*** EXERCISE MATERIAL ***

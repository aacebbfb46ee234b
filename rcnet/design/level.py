"""Ladders that smooth a pulse-width signal to a level."""

from __future__ import annotations

import math
from dataclasses import dataclass

import numpy as np
import numpy.typing as npt

from .ladder import Ladder, OfLadder
from .stock import Stock
from .target import Target

Float = npt.NDArray[np.float64]

PLENTY = math.log(1.1)  # a claim that holds by a tenth at the worst of tolerances holds well enough
_NEWTON, _HALVINGS = 8, 22


def band_of(target: Target) -> float:
    """The share of the final value within which the level counts as settled: half the ripple allowed."""
    assert target.ripple is not None and target.supply is not None
    return target.ripple / (2 * target.supply)


@dataclass(frozen=True)
class Level(OfLadder):
    """The question for one number of sections.

    The wave runs from 0 to the supply, half the time each: at that duty a ladder's ripple is greatest, as is
    the fundamental, (2/pi) sin(pi duty).
    least_gain: of the passband at the worst of tolerances, 0 where it does not matter
    """

    ladder: Ladder
    resistors: Stock
    capacitors: Stock
    target: Target
    least_gain: float = 0.0
    enough: float = PLENTY

    @property
    def cost(self) -> float:
        """Several last resistors come into question, and each takes its modes."""
        return 4 * len(self.resistors) / max(math.log(self.resistors.range), 1.0)

    @property
    def sums(self) -> tuple[float, float]:
        """No mode is slower than alone settles in time; and the sum of n is at most n times the slowest.

        The other end: ripple of at least the supply times |H|, and |H| >= prod 1/(1 + omega t) >=
        (1 + omega sum/n)^-n.
        """
        assert self.target.settling is not None and self.target.ripple is not None
        n = self.ladder.sections
        most = n * self.target.settling / self.target.up / math.log(1 / band_of(self.target))
        root = (self._wanted_level * self.least_gain**2) ** (0.5 / n) if self.least_gain else 0.0
        return n * max(root - 1, 0.0) / self._omega, most

    @property
    def _omega(self) -> float:
        """The carrier, rad/s, where nominal values do what the smallest do."""
        assert self.target.carrier is not None
        return 2 * math.pi * self.target.carrier * self.target.down

    @property
    def _wanted_level(self) -> float:
        assert self.target.supply is not None and self.target.ripple is not None
        return (self.target.supply / self.target.ripple) ** 2

    def span(self, r: Float, c: Float) -> tuple[Float, Float]:
        """Below the least one |H| alone, of which the ripple has no less, is too great at the carrier."""
        p, q, _, _ = self.ladder.affine(r, c, self._omega)
        c2, c1, c0 = np.abs(q) ** 2, 2 * (p * q.conj()).real, np.abs(p) ** 2 - self._wanted_level
        least = np.where(c0 >= 0, 0.0, -2 * c0 / (c1 + np.sqrt(np.maximum(c1 * c1 - 4 * c2 * c0, 0.0))))
        return least, self._slowest(r, c)

    def _slowest(self, r: Float, c: Float) -> Float:
        """The last resistor beyond which the sum of time constants is too great for the settling time."""
        low = np.full(len(c), self.resistors.values[0])
        high = np.full(len(c), self.resistors.values[-1])
        for _ in range(_HALVINGS):
            middle = np.sqrt(low * high)
            total = (self.ladder.weights(np.concatenate([r, middle[:, None]], axis=1)) * c).sum(axis=1)
            fits = total <= self.sums[1]
            low, high = np.where(fits, middle, low), np.where(fits, high, middle)
        return high

    def margins(self, r: Float, c: Float) -> Float:
        """The ripple with every part as small, and the settling time with every part as great, as it may be.

        Every time constant grows with every part, and with it the settling time; each harmonic falls with
        each part but the load, with which it grows.
        """
        assert self.target.settling is not None and self.target.carrier is not None
        assert self.target.ripple is not None and self.target.supply is not None
        found = np.full(len(c), -np.inf)
        soonest = self._slowest_mode(r, c) * self.target.up * math.log(1 / band_of(self.target))
        rest = np.flatnonzero(soonest <= self.target.settling)
        found[rest] = self._margins(r[rest], c[rest])
        return found

    def _slowest_mode(self, r: Float, c: Float) -> Float:
        """No more than the greatest time constant, s, (ladders,): the sum of all their squares over the sum.

        Both are traces of G^-1 C and of its square, known without finding the modes.
        """
        up = self.ladder.source + np.cumsum(r, axis=1)
        left = 1 - up / (up[:, -1:] + self.ladder.load)  # of a voltage at the output, what is across the load
        squares, total = np.zeros(len(c)), np.zeros(len(c))
        for i in range(self.sections):
            total += c[:, i] * up[:, i] * left[:, i]
            for j in range(i + 1):
                shared = (c[:, i] * c[:, j]) * (up[:, j] * left[:, i]) ** 2
                squares += shared if i == j else 2 * shared
        return np.asarray(squares / total)

    def _margins(self, r: Float, c: Float) -> Float:
        assert self.target.settling is not None and self.target.carrier is not None
        assert self.target.ripple is not None and self.target.supply is not None
        rates = self.ladder.rates(r, c)
        settled = _settling(rates, _shares(rates), band_of(self.target)) * self.target.up
        small, r_small, c_small = self._smallest(r, c)
        rates = rates / self.target.down if small is self.ladder else small.rates(r_small, c_small)
        height = small.gain(r_small) * self.target.supply
        ripple = _ripple(rates, _shares(rates), 1 / self.target.carrier) * height
        found = np.minimum(np.log(self.target.settling / settled), np.log(self.target.ripple / ripple))
        if self.least_gain:
            found = np.minimum(found, np.log(self.worst_gain(r) / self.least_gain))
        return np.where(np.isfinite(found), found, -np.inf)

    def _smallest(self, r: Float, c: Float) -> tuple[Ladder, Float, Float]:
        """The ladders with every part as small as it may be, but the load as great."""
        on_r, on_c = self.target.resistors.tolerance, self.target.capacitors.tolerance
        if not math.isfinite(self.target.load):
            return self.ladder, r, c
        source, load = self.target.source * (1 + on_r.low), self.target.load * (1 + on_r.high)
        return Ladder(self.sections, True, source, load), r * (1 + on_r.low), c * (1 + on_c.low)

    def worst_gain(self, r: Float) -> Float:
        """The gain at dc with series resistors high and the load low."""
        ends, gain = self.target.resistors.tolerance, self.ladder.gain(r)
        apart = (1 + ends.low) / (1 + ends.high)
        return np.asarray(gain * apart / (gain * apart + 1 - gain))

    def noise(self, r: Float, c: Float) -> Float:
        """Over all frequencies, kT over the last capacitor (H. Nyquist, Phys. Rev. 32:110-113, 1928)."""
        return -c[:, -1]


def _shares(rates: Float) -> Float:
    """What each mode has of the unit step response, (ladders, modes): prod over the others l/(l - l_k)."""
    n = rates.shape[1]
    shares = np.ones_like(rates)
    for k in range(n):
        for other in range(n):
            if other != k:
                shares[:, k] *= rates[:, other] / (rates[:, other] - rates[:, k])
    return shares


def _settling(rates: Float, shares: Float, band: float) -> Float:
    """When the unit step response of ladders is within a band of its end, (ladders,)."""
    # What is left falls from 1 and ends as the slowest mode alone; Newton's method in its logarithm.
    time = np.maximum(np.log(shares[:, 0] / band) / rates[:, 0], 0.0)
    for _ in range(_NEWTON):
        parts = shares * np.exp(-rates * time[:, None])
        left, slope = parts.sum(axis=1), (parts * rates).sum(axis=1)
        time = np.maximum(time + np.log(np.maximum(left, 1e-300) / band) * left / slope, 0.0)
    return np.asarray(time)


def _ripple(rates: Float, shares: Float, period: float) -> Float:
    """The steady ripple of a square wave of height 1 and duty a half, peak to peak, (ladders,).

    In the half period after the wave rises the output is, but for its mean, the sum of
    shares/2 (1 - 2 exp(-rate t)/(1 + exp(-rate period/2))); half a period later it is the negative of that.
    """
    half = period / 2
    bottom = 1 + np.exp(-rates * half)

    def slope(time: Float) -> Float:
        return np.asarray((shares * rates * np.exp(-rates * time[:, None]) / bottom).sum(axis=1))

    low, high = np.zeros(len(rates)), np.full(len(rates), half)
    if rates.shape[1] > 1:  # the output of one section turns where the wave does
        for _ in range(_HALVINGS):
            middle = (low + high) / 2
            falls = slope(middle) < 0
            low, high = np.where(falls, middle, low), np.where(falls, high, middle)
    at = low[:, None]
    # expm1, because each mode hardly moves in a period.
    wave = (np.expm1(-rates * half) - 2 * np.expm1(-rates * at)) / bottom
    return np.asarray(np.abs((shares * wave).sum(axis=1)))


__all__ = ["PLENTY", "Level", "band_of"]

*** End of EXERCISE MATERIAL ***

## [REQUIRED WORK]
The answer should consist of every line above in which "shape" appears.

## [RESPONSE TO THE EXERCISE]
    n = rates.shape[1]
    if rates.shape[1] > 1:  # the output of one section turns where the wave does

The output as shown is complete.